I'd like to know that too, I know that some scopes can do that (they are $$$spendy$$$) but does the EOtech or any other red dot do it?


----------



## rfawcs (Feb 11, 2006)

Shipwreck said:


> I may get a PS90 soon, and I was thinking of buying an Eotech if I don't like the stock sight.
> 
> Anyway - I had a question...
> 
> Since the unit is sorta computerized, does it allow U to set it for more than 1 range. I realize, U can compensate for bullet drop. But, does it have more than 1 preset. So, I can have 1 preset for 25 yards, another for 50 and a 3rd for 100 yards? Is that possible?


I'm not aware of any EOTech or Aimpoint optic that has that feature, but what do I know? I think scooter is right; an optic with that capability would probably cost as much as the PS90.
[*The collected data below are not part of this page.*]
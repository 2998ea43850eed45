/* witness-options.h - --witness: other instruments on the same Sun, read and compared. */
#pragma once

#include <gio/gio.h>
#include "data/comparison.h"
#include "data/settings.h"
#include "search/dip.h"

typedef struct
{
  char **files; /* --witness FILE, up to ANT_MOST_WITNESSES times */
} AntWitnessOptions;

void ant_witness_options_add (GOptionContext *context, AntWitnessOptions *options);
void ant_witness_options_clear (AntWitnessOptions *options);
/* Those that were asked for, onto an array of AntWitness. FALSE with one sentence: more than ANT_MOST_WITNESSES in all. */
gboolean ant_witness_options_add_to (const AntWitnessOptions *options, GPtrArray *witnesses, GError **error);
/* An array of AntComparison of an array of AntWitness, which learn their sums; a file whose bytes are others than they were is told
 * on standard error. NULL with one sentence. */
GPtrArray *ant_witnesses_open (GPtrArray *witnesses, AntRecord *record, const AntSettings *settings, GCancellable *cancellable,
                               GError **error);
/* What each witness shows of a dip of the record, for people, on standard output. */
void ant_witnesses_print_dip (const GPtrArray *comparisons, const AntSettings *settings, const AntDip *dip);
/* What the comparisons came to, likewise. */
void ant_witnesses_print (const GPtrArray *comparisons);
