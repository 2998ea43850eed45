/* predict-print.h - print predicted events, and what a record shows of them, as a table or as JSON. */
#pragma once

#include "data/observer-choice.h"
#include "data/settings.h"
#include "data/sighting.h"

/* GArray of AntSighting; `measured` says whether a record was looked at. */
void ant_predict_print (const GArray *sightings, const AntObserverChoice *choice, const AntSettings *settings, double from_tt_d,
                        double to_tt_d, gboolean measured);
void ant_predict_print_json (const GArray *sightings, gboolean measured);
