/* whole-file.h - a file that appears whole or not at all: drafted beside its place, synced, then renamed over it.
 *
 * Errors (ANT_ERROR_WRITE) name the file and the reason. One thread at a time. */
#pragma once

#include <glib.h>
#include <stdio.h>

typedef struct _AntWholeFile AntWholeFile;

/* Begin a draft. NULL if the file is there and `replace` is not set, if something else than an ordinary file is there, or
 * if none can be made there. */
AntWholeFile *ant_whole_file_open (const char *path, gboolean replace, GError **error);
/* Where to write, until it is finished. Errors are kept by the stream and told by ant_whole_file_finish. */
FILE *ant_whole_file_stream (AntWholeFile *file);
/* Bring all that was written to the disk: from here on only the name is missing, so several files can be made to appear
 * together. On FALSE the draft is gone. */
gboolean ant_whole_file_finish (AntWholeFile *file, GError **error);
/* Finish it, bring it to its place and free it; on FALSE nothing is left behind. */
gboolean ant_whole_file_commit (AntWholeFile *file, GError **error);
/* All of it at once: these bytes are the file, or nothing has changed. */
gboolean ant_whole_file_write (const char *path, const char *bytes, gsize length, gboolean replace, GError **error);
/* Forget what was written and free it; NULL is fine. */
void ant_whole_file_abandon (AntWholeFile *file);
G_DEFINE_AUTOPTR_CLEANUP_FUNC (AntWholeFile, ant_whole_file_abandon)
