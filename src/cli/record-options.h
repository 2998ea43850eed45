/* record-options.h - the options that say how a record is to be read, the same for every verb that takes one. */
#pragma once

#include <gio/gio.h>
#include "data/treatment.h"

typedef struct
{
  char *columns;     /* --column time=1,value=tsi,error=4,quality=flag */
  char *time_format; /* --time-format */
  char *time_scale;  /* --time-scale */
  char *time_zone;   /* --time-zone */
  char *epoch;       /* --epoch */
  char *index;       /* --index wavelength=3 */
  char *hdu;         /* --hdu */
  char *fill;        /* --fill -99,-999 */
  char *good;        /* --good 0,2 or 0x10042 */
} AntRecordOptions;

/* Add the options to a context; parsing fills `options` (start it as { 0 }). */
void ant_record_options_add (GOptionContext *context, AntRecordOptions *options);
void ant_record_options_clear (AntRecordOptions *options);
/* Put what was asked for into choices, which keep what they had else. FALSE with one sentence. */
gboolean ant_record_options_choose (const AntRecordOptions *options, AntReadingChoices *choices, GError **error);
/* Read the rows of a record ("-" = standard input) as the options say. NULL with one sentence. */
AntRecord *ant_record_options_read (const AntRecordOptions *options, const char *path, GCancellable *cancellable,
                                    GError **error);
/* Put --good into the grid's options: a hexadecimal number is a mask of bits that must all be clear, else a list of the
 * good values. The caller unrefs grid->good_values. FALSE with one sentence. */
gboolean ant_record_options_good (const AntRecordOptions *options, AntGridOptions *grid, GError **error);
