/* output-dir.c - a directory of results that appears whole or not at all. */
#include "writers/output-dir.h"

#include <errno.h>
#include <glib/gi18n.h>
#include <glib/gstdio.h>

#include "data/error.h"
#include "writers/whole-file.h"

typedef struct
{
  AntWholeFile *file; /* NULL once in its place */
  char *path;
  gboolean is_new; /* nothing stood there before */
} Part;

struct _AntOutputDir
{
  char *path;
  GPtrArray *parts; /* of Part */
  GPtrArray *made;  /* of char*: directories made for it, outermost first */
  gboolean committed;
};

static void
part_free (gpointer data)
{
  Part *part = data;
  ant_whole_file_abandon (part->file);
  g_free (part->path);
  g_free (part);
}

/* Make a directory and those above it that are missing, outermost first, and remember which. */
static gboolean
make_folders (AntOutputDir *dir, const char *path, GError **error)
{
  if (g_file_test (path, G_FILE_TEST_IS_DIR))
    return TRUE;
  g_autofree char *parent = g_path_get_dirname (path), *shown = g_filename_display_name (path);
  if (g_strcmp0 (parent, path) != 0 && !make_folders (dir, parent, error))
    return FALSE;
  if (g_mkdir (path, 0777) == 0)
    g_ptr_array_add (dir->made, g_strdup (path));
  else if (errno != EEXIST || !g_file_test (path, G_FILE_TEST_IS_DIR))
    {
      g_set_error (error, ANT_ERROR, ANT_ERROR_WRITE, _("%s: cannot be made: %s"), shown, g_strerror (errno));
      return FALSE;
    }
  return TRUE;
}

/* A draft of every result, begun and dropped. */
static gboolean
try_names (const char *folder, const char *const *names, gboolean replace, GError **error)
{
  for (; *names; names++)
    {
      g_autofree char *path = g_build_filename (folder, *names, NULL);
      g_autoptr (AntWholeFile) trial = ant_whole_file_open (path, replace, error);
      if (!trial)
        return FALSE;
    }
  return TRUE;
}

AntOutputDir *
ant_output_dir_open (const char *path, const char *const *names, gboolean replace, GError **error)
{
  g_autoptr (AntOutputDir) dir = g_new0 (AntOutputDir, 1);
  dir->path = g_strdup (path);
  dir->parts = g_ptr_array_new_with_free_func (part_free);
  dir->made = g_ptr_array_new_with_free_func (g_free);
  if (!make_folders (dir, path, error) || !try_names (path, names, replace, error))
    return NULL;
  return g_steal_pointer (&dir);
}

gboolean
ant_output_dir_add (AntOutputDir *dir, const char *name, const char *text, gsize length, GError **error)
{
  g_autofree char *path = g_build_filename (dir->path, name, NULL);
  g_autoptr (AntWholeFile) file = ant_whole_file_open (path, TRUE, error);
  if (!file)
    return FALSE;
  fwrite (text, 1, length, ant_whole_file_stream (file));
  if (!ant_whole_file_finish (file, error))
    return FALSE;
  Part *part = g_new0 (Part, 1);
  part->is_new = !g_file_test (path, G_FILE_TEST_EXISTS);
  part->path = g_steal_pointer (&path);
  part->file = g_steal_pointer (&file);
  g_ptr_array_add (dir->parts, part);
  return TRUE;
}

gboolean
ant_output_dir_commit (AntOutputDir *dir, GError **error)
{
  for (guint i = 0; i < dir->parts->len; i++)
    {
      Part *part = g_ptr_array_index (dir->parts, i);
      if (ant_whole_file_commit (g_steal_pointer (&part->file), error))
        continue;
      for (guint j = 0; j < i; j++)
        {
          const Part *done = g_ptr_array_index (dir->parts, j);
          if (done->is_new)
            g_unlink (done->path);
        }
      return FALSE;
    }
  dir->committed = TRUE;
  return TRUE;
}

void
ant_output_dir_close (AntOutputDir *dir)
{
  if (!dir)
    return;
  g_ptr_array_unref (dir->parts);
  if (!dir->committed)
    for (guint i = dir->made->len; i > 0; i--)
      g_rmdir (g_ptr_array_index (dir->made, i - 1)); /* refused by a directory that others use meanwhile */
  g_ptr_array_unref (dir->made);
  g_free (dir->path);
  g_free (dir);
}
It's relatively easy to set the zero for the AR-15/M-16 to an all-around, "close-enough" point to ranges out to about 200 yards, because of the flat trajectory of the round out to that range. I don't know if anyone has done that investigation for the PS90 round.


----------



## Shipwreck (Jan 26, 2006)

Well, I have no desire to shoot at 200 yard. But, if I sighted it in for 50 yards, and if I wanted to also use it for a home defense weapon, I was hoping to have a second setting that I could program for much closer.

I guess when the time comes, I'll have to get 1 of these super geniuses do the math and tell me how much distance the impact point will vary at certain distances based on a 50 yard zero. I've seen these numbers before, but forget them now....


----------



## A_J (May 22, 2006)

Impact point will vary depending on the round, and loading of that round. So you can't technically make a blanket statement that the 5.6X28 will drop so many inches at so many feet. You can get a ballpark though, google the ballistics info for that round.

With that said, IMO with the .223 and the EOTech, a 50 yd zero is perfectly fine for CQB distances too.. think about it - if you're dead on at 50 yds, and 1" off at 10 ft, what's the big deal? The BG is only 10 ft away and his torso is a foot wide. And you start to get a sense for it and the EOTech reticle anyway. And the parallax free feature of the EO takes effect further out than 10 ft anyway.

I think you'll be fine.


----------



## Shipwreck (Jan 26, 2006)

Ok, thanks


----------



## tharmer (Oct 27, 2006)

Speaking of sights, is this the holographic type? What about the Bushnell Holographic II. Anyone have an opinion?
-terry


----------



## rfawcs (Feb 11, 2006)

A_J said:


> With that said, IMO with the .223 and the EOTech, a 50 yd zero is perfectly fine for CQB distances too.. think about it - if you're dead on at 50 yds, and 1" off at 10 ft, what's the big deal?
> 
> I think you'll be fine.


That's what I was thinking and did a poor job of stating; zero at 50 yards and you'll be close enough at closer ranges that it won't matter.


----------



## Shipwreck (Jan 26, 2006)

tharmer said:


> Speaking of sights, is this the holographic type? What about the Bushnell Holographic II. Anyone have an opinion?
> -terry


Yes, the Eotech is a holographic sight. My local shop has the Bushnell one U are referring to as well, and it is cheaper. I am not sure how it stands up to the Eotech, however.

I am kinda biased away from Bushnell, however, as their astronomy telescopes are pure crap. :smt012


----------



## Charlie (May 13, 2006)

I've got an Eotech on my AR and I love it. It's sighted in for 100 yds. and it's easy and _fast_ to get two inch (+/-) groups. Very clear dot with a big circle around it. I highly recommend it.


----------



## A_J (May 22, 2006)

tharmer said:


> Speaking of sights, is this the holographic type? What about the Bushnell Holographic II. Anyone have an opinion?
> -terry


Personally, I wouldn't put one on anything more than a 22 plinker gun, and even then I wouldn't expect it to hold up.

I had a Busnell Trophy red-dot that had to be exchanged twice, I finally got my money back. Kept cutting out... I'm done with Bushnell too.


----------